L’economia tra le due guerre per l’Italia è segnata da un fatto non economico: il FASCISMO.
Nel 1920 l’Italia era un paese industrializzato, a livello mondiale non c’era più il capitalismo, e vivrà questo
momento con un cambiamento politico che influenzerà il sistema economico.
Il Fascismo ha influenzato il sistema economico perché:
- Mussolini ha costruito lo Stato Imprenditoriale negli anni 20 e 30. Il fascismo non ha abolito né il Crediop
né il Consorzio.
Nel 1933 è nata l’IRI.
- Sul piano economico – sociale l’Italia fascista riceve aiuti dagli Stati Uniti.
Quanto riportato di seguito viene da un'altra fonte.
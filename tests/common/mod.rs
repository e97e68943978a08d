//! Helpers shared by several test files.

/// A case count (or seed) for a long-running test, from the environment variable `name` when
/// it is set, else `default`: CI uses the small defaults, long runs set the variable. A value
/// that is not a number stops the test rather than quietly running the default.
pub fn env_count(name: &str, default: u64) -> u64 {
    match std::env::var(name) {
        Err(_) => default,
        Ok(text) => text
            .trim()
            .parse()
            .unwrap_or_else(|_| panic!("{name}={text}: expected a whole number")),
    }
}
Gli accordi per il risanamento
dei debiti sono stati firmati a Washington.

La politica economica fascista si divide in due fasi:


1922 – 1925 : FASE LIBERALE del fascismo con Alberto De Stefani, Primo Ministro delle Finanze di
Mussolini, e in seguito anche Ministro del Tesoro.
1925 – 1939 : FASE AUTARCHICA con Giuseppe Volpi che succede a De Stefani.
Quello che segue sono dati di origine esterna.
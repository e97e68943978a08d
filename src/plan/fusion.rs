//! Rank fusion: one priority list from several ranked or scored source lists.
//!
//! No single measure of a package's importance is right on its own: download counts favour
//! packages pulled in by CI machines, dependent counts favour small helpers, curated lists go
//! stale. Fusing several lists lets a package that is high on most of them come first even
//! when no single list puts it there.
//!
//! A source list is a CSV file with a `name` column and a `rank` or a `score` column (see
//! [`read_source_csv`]). Both kinds become positions first: only the order inside a list
//! matters to the rank-based methods, so lists with incomparable numbers (downloads per day,
//! stars, dependents) can be fused. [`Method::ShareSum`] is the exception and uses the scores
//! themselves, as shares of each list's total.
//!
//! ```
//! use basefit::plan::fusion::{fuse, Method, Missing, SourceList};
//! let downloads = SourceList::scored("downloads", [("web", 900.0), ("db", 500.0), ("log", 20.0)])?;
//! let curated = SourceList::ranked("curated", ["db", "log", "web"])?;
//! let fused = fuse(&[downloads, curated], Method::Borda, Missing::WorstPlusOne)?;
//! let order: Vec<&str> = fused.iter().map(|f| f.name.as_str()).collect();
//! // db: 1 + 2 points, web: 2 + 0, log: 0 + 1 (three names, so rank r earns 3 - r).
//! assert_eq!(order, ["db", "web", "log"]);
//! # Ok::<(), Box<dyn std::error::Error>>(())
//! ```

use crate::load::diag::{
    BadInput, Ledger, Origin, ProblemKind, RecordKind, bad_name_detail, name_problem, shown_name,
};
use crate::load::table::{Row, Table};
use crate::model::ReleaseDate;
use std::collections::{BTreeMap, HashMap};
use std::fmt;
use std::fmt::Write as _;
use std::path::Path;

const COLUMNS: &[&str] = &["name", "rank", "score", "date"];

/// An inclusive range of days; rows dated outside it are left out of a scored list.
///
/// ```
/// use basefit::model::ReleaseDate;
/// use basefit::plan::fusion::Window;
/// let march = Window {
///     from: ReleaseDate::parse("2024-03-01").unwrap(),
///     to: ReleaseDate::parse("2024-03-31").unwrap(),
/// };
/// assert!(march.contains(ReleaseDate::parse("2024-03-31").unwrap()));
/// assert!(!march.contains(ReleaseDate::parse("2024-04-01").unwrap()));
/// ```
#[derive(Debug, Clone, Copy, PartialEq, Eq)]
pub struct Window {
    pub from: ReleaseDate,
    pub to: ReleaseDate,
}

impl Window {
    /// Reads `FROM..TO` (days as YYYY-MM-DD, both included). A window that ends before it
    /// starts would leave every dated row out, so it is refused.
    ///
    /// ```
    /// use basefit::plan::fusion::Window;
    /// assert!(Window::parse("2024-03-01..2024-03-31").is_ok());
    /// assert!(Window::parse("2024-03-01..2024-03-01").is_ok());
    /// assert!(Window::parse("2024-12-31..2024-01-01").unwrap_err().contains("ends before"));
    /// assert!(Window::parse("2024-03-01").is_err());
    /// ```
    pub fn parse(s: &str) -> Result<Window, String> {
        let (a, b) = s
            .split_once("..")
            .ok_or("expected FROM..TO, e.g. 2026-01-01..2026-06-30")?;
        let date =
            |t: &str| ReleaseDate::parse(t).ok_or(format!("`{t}` is not a date (YYYY-MM-DD)"));
        let window = Window {
            from: date(a)?,
            to: date(b)?,
        };
        if window.from > window.to {
            return Err(format!("`{s}`: the window ends before it starts"));
        }
        Ok(window)
    }

    /// Whether `day` is in the window, both ends included.
    pub fn contains(&self, day: ReleaseDate) -> bool {
        self.from <= day && day <= self.to
    }
}

impl fmt::Display for Window {
    fn fmt(&self, f: &mut fmt::Formatter<'_>) -> fmt::Result {
        write!(f, "{} to {}", self.from, self.to)
    }
}

/// One package of a source list.
#[derive(Debug, Clone, PartialEq)]
pub struct SourceEntry {
    pub name: String,
    /// 1-based position; entries that tie share the mean of the positions they span (two
    /// entries tied for first both get 1.5), so the ranks of a list of n entries always sum
    /// to n(n+1)/2 however ties fall.
    pub rank: f64,
    /// The score (summed over rows for a scored list); `None` when the list gives none.
    pub score: Option<f64>,
}

/// A ranked list of packages from one source, best first.
///
/// Built by [`read_source_csv`] or by [`SourceList::ranked`] and [`SourceList::scored`];
/// the fields stay private so every list keeps the rank invariant that [`fuse`] relies on
/// (ranks between 1 and the list's length, finite non-negative scores).
#[derive(Debug, Clone, PartialEq)]
pub struct SourceList {
    file: String,
    entries: Vec<SourceEntry>,
    /// Where the list first lacks a score, when it does: what [`FuseError::NotScored`] says.
    unscored: Option<Unscored>,
}

/// The first place a list lacks a score: a line of its file when it was read from one.
#[derive(Debug, Clone, PartialEq)]
struct Unscored {
    line: Option<usize>,
    detail: String,
}

impl SourceList {
    /// A list in the given order, best first. A name given twice or an empty name is an
    /// error: a ranking cannot place one package at two positions.
    ///
    /// ```
    /// use basefit::plan::fusion::SourceList;
    /// let list = SourceList::ranked("curated", ["a", "b"]).unwrap();
    /// assert_eq!(list.entries()[1].rank, 2.0);
    /// assert!(SourceList::ranked("curated", ["a", "a"]).is_err());
    /// ```
    pub fn ranked<I, S>(file: impl Into<String>, names: I) -> Result<SourceList, BadInput>
    where
        I: IntoIterator<Item = S>,
        S: Into<String>,
    {
        let file = file.into();
        let mut seen: HashMap<String, usize> = HashMap::new();
        let mut rows = Vec::new();
        for (i, name) in names.into_iter().enumerate() {
            let name = name.into();
            if name.is_empty() {
                return Err(BadInput::file(
                    &file,
                    format!("entry {} has an empty name", i + 1),
                ));
            }
            if let Some(first) = seen.insert(name.clone(), i + 1) {
                return Err(BadInput::file(
                    &file,
                    format!("`{name}` is listed at positions {first} and {}", i + 1),
                ));
            }
            rows.push((name, (i + 1) as f64, None));
        }
        let mut list = assign_ranks(file, rows, Order::Ascending);
        list.unscored = Some(Unscored {
            line: None,
            detail: "the list has no scores".to_string(),
        });
        Ok(list)
    }

    /// A list ordered by score, highest first; a name given more than once has its scores
    /// summed (daily counts become a total). Scores must be finite and not negative.
    ///
    /// ```
    /// use basefit::plan::fusion::SourceList;
    /// let list = SourceList::scored("dl", [("a", 1.0), ("b", 5.0), ("a", 7.0)]).unwrap();
    /// assert_eq!(list.entries()[0].name, "a");
    /// assert_eq!(list.entries()[0].score, Some(8.0));
    /// ```
    pub fn scored<I, S>(file: impl Into<String>, scores: I) -> Result<SourceList, BadInput>
    where
        I: IntoIterator<Item = (S, f64)>,
        S: Into<String>,
    {
        let file = file.into();
        let mut sums: BTreeMap<String, f64> = BTreeMap::new();
        for (name, score) in scores {
            let name = name.into();
            if name.is_empty() {
                return Err(BadInput::file(&file, "an entry has an empty name"));
            }
            if !score.is_finite() || score < 0.0 {
                return Err(BadInput::file(
                    &file,
                    format!("`{name}`: score {score} is not a finite non-negative number"),
                ));
            }
            let sum = sums.entry(name.clone()).or_insert(0.0);
            if !(*sum + score).is_finite() {
                return Err(BadInput::file(
                    &file,
                    format!("`{name}`: summed score exceeds the largest representable number"),
                ));
            }
            *sum += score;
        }
        Ok(from_sums(file, sums))
    }

    /// The file (or other source) the list came from, for messages and provenance.
    pub fn file(&self) -> &str {
        &self.file
    }

    /// The entries, best first; tied entries in name order.
    pub fn entries(&self) -> &[SourceEntry] {
        &self.entries
    }

    pub fn len(&self) -> usize {
        self.entries.len()
    }

    pub fn is_empty(&self) -> bool {
        self.entries.is_empty()
    }

    /// Whether every entry has a score, as [`Method::ShareSum`] needs.
    pub fn is_scored(&self) -> bool {
        self.entries.iter().all(|e| e.score.is_some())
    }
}

#[derive(Clone, Copy)]
enum Order {
    Ascending,
    Descending,
}

/// Sorts rows by their key and gives tied keys the mean of their positions. Ties are then
/// listed by name so the order of a list never depends on the order of its rows.
fn assign_ranks(
    file: String,
    mut rows: Vec<(String, f64, Option<f64>)>,
    order: Order,
) -> SourceList {
    rows.sort_by(|a, b| {
        let by_key = match order {
            Order::Ascending => a.1.total_cmp(&b.1),
            Order::Descending => b.1.total_cmp(&a.1),
        };
        by_key.then_with(|| a.0.cmp(&b.0))
    });
    let mut ranks = vec![0.0; rows.len()];
    let mut start = 0;
    while start < rows.len() {
        let mut end = start;
        while end + 1 < rows.len() && rows[end + 1].1 == rows[start].1 {
            end += 1;
        }
        // Mean of the 1-based positions start+1 ..= end+1.
        let rank = (start + end + 2) as f64 / 2.0;
        ranks[start..=end].fill(rank);
        start = end + 1;
    }
    let entries = rows
        .into_iter()
        .zip(ranks)
        .map(|((name, _, score), rank)| SourceEntry { name, rank, score })
        .collect();
    SourceList {
        file,
        entries,
        unscored: None,
    }
}

fn from_sums(file: String, sums: BTreeMap<String, f64>) -> SourceList {
    let rows = sums.into_iter().map(|(n, s)| (n, s, Some(s))).collect();
    assign_ranks(file, rows, Order::Descending)
}

/// Reads a source list from CSV; see [`read_source_csv_within`] for the format.
pub fn read_source_csv(path: &Path, ledger: &mut Ledger) -> Result<SourceList, BadInput> {
    read_source_csv_within(path, None, ledger)
}

/// Reads a source list from CSV, keeping only rows dated inside `window` when one is given.
///
/// Columns: `name` (required), `rank`, `score`, `date` (`YYYY-MM-DD`); at least one of
/// `rank` and `score` must be present.
///
/// * With a `rank` column the file is a ranking: rows are ordered by `rank` (only the order
///   counts, so gaps close and equal ranks tie), each name may appear once, and a `score`
///   column, if present, is kept for [`Method::ShareSum`].
/// * With only a `score` column the file is a set of measurements: a name may appear on many
///   rows (one per day, say) and its scores are summed; the list is ordered by the sums,
///   highest first.
///
/// Every row is counted in `ledger` as a [`RecordKind::SourceEntry`], either used or left
/// out with a problem: an empty name, a number that cannot be read or is negative, the
/// worse-ranked row of a name a ranking gives twice (the later one on a tie), an unreadable
/// or missing date when a window is given ([`ProblemKind::BadValue`]), a date outside the window ([`ProblemKind::OutsideWindow`]).
/// Without a window an unreadable date is only noted ([`ProblemKind::UnreadableDate`]), since
/// the date is not needed. The ledger is only written when the whole file could be read, so a
/// file that fails part-way leaves no half-counted rows behind.
///
/// Errors: an unreadable file, bad CSV, an unknown column (with the closest known name), a
/// missing `name` column, neither `rank` nor `score`, a window without a `date` column, or no
/// data rows at all.
pub fn read_source_csv_within(
    path: &Path,
    window: Option<Window>,
    ledger: &mut Ledger,
) -> Result<SourceList, BadInput> {
    let table = Table::open(path, COLUMNS, &["name"])?;
    read_table(table, window, ledger)
}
La politica di De Stefani è una politica liberale: nonostante il fascismo, si mantiene una politica economica
legata all’economia classica, ovvero:
- Pareggio del bilancio (tenuto secondo le istanze di De Stefani e approvato da Mussolini) attraverso una
ristrutturazione della pubblica amministrazione, contenimento della spesa pubblica e graduale riforma del
sistema fiscale.
- Mantenere bassi i salari, in particolare quelli delle attività industriali
- Risistemare i canali di credito, ovvero permetter il ritorno della funzionalità del rapporto tra Banca Mista e
Imprese.
- Libera circolazione delle merci, quindi non secondo una via protezionistica.
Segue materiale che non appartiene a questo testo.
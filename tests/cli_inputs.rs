//! Malformed inputs through the real command line: exit code 2 (or a reported problem where
//! the rest of the file is usable), a message naming the file and line, and never a panic.

mod common;
use common::write;

use std::path::{Path, PathBuf};
use std::process::Command;

const GOOD_IMAGES: &str =
    "images:\n  - {id: plain, runtime: 3.0.0, family: debian, platform: linux/glibc/x86_64}\n";
const GOOD_REGISTRY: &str =
    "packages:\n  - name: fernwood\n    versions:\n      - {version: 1.0.0}\n";

fn dir() -> tempfile::TempDir {
    tempfile::tempdir().unwrap()
}

/// The counts on the row for `kind` ("version records", "image records", ...) of the table
/// `check` prints: read, used, left out.
fn record_counts(stdout: &str, kind: &str) -> Vec<String> {
    let line = stdout
        .lines()
        .find(|l| l.starts_with(kind))
        .unwrap_or_else(|| panic!("no `{kind}` row in {stdout}"));
    line[kind.len()..]
        .split_whitespace()
        .map(str::to_string)
        .collect()
}

/// Runs `basefit check` and returns (exit code, stderr, stdout).
fn check(registry: &Path, images: &Path) -> (i32, String, String) {
    let (code, stdout, stderr) = common::run_basefit([
        "check".as_ref(),
        "--registry".as_ref(),
        registry.as_os_str(),
        "--images".as_ref(),
        images.as_os_str(),
    ]);
    (code, stderr, stdout)
}

/// `check` on `registry` and `images`: asserts it found problems (exit 1), that its report
/// holds each of `wants`, and, when given, the (read, used, left out) counts of one kind of
/// record; returns the report.
fn assert_check_finds(
    registry: &Path,
    images: &Path,
    wants: &[&str],
    counts: Option<(&str, [&str; 3])>,
) -> String {
    let (code, stderr, stdout) = check(registry, images);
    assert_eq!(code, 1, "problems found gives exit 1; stderr: {stderr}");
    for want in wants {
        assert!(stdout.contains(want), "wanted {want} in {stdout}");
    }
    if let Some((kind, want)) = counts {
        assert_eq!(record_counts(&stdout, kind), want, "{kind}: {stdout}");
    }
    stdout
}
Questa politica prende il nome di RISANAMENTO DELLA FINANZA PUBBLICA DI DE STEFANI,
con la quale vengono fatte le seguenti azioni:
- Tagli drastici alla spesa pubblica che riguardano in primo luogo la funzione amministrativa, e affidamento
di alcuni servizi pubblici ai privati.
- Viene fatta una riforma fiscale con l’allargamento della base imponibile, data dai soggetti chiamati a
pagare le imposte.
- Riduzione della pressione fiscale sugli investimenti.
Il risultato ottenuto in breve tempo è il pareggio di bilancio, viene quindi azzerato il debito pubblico.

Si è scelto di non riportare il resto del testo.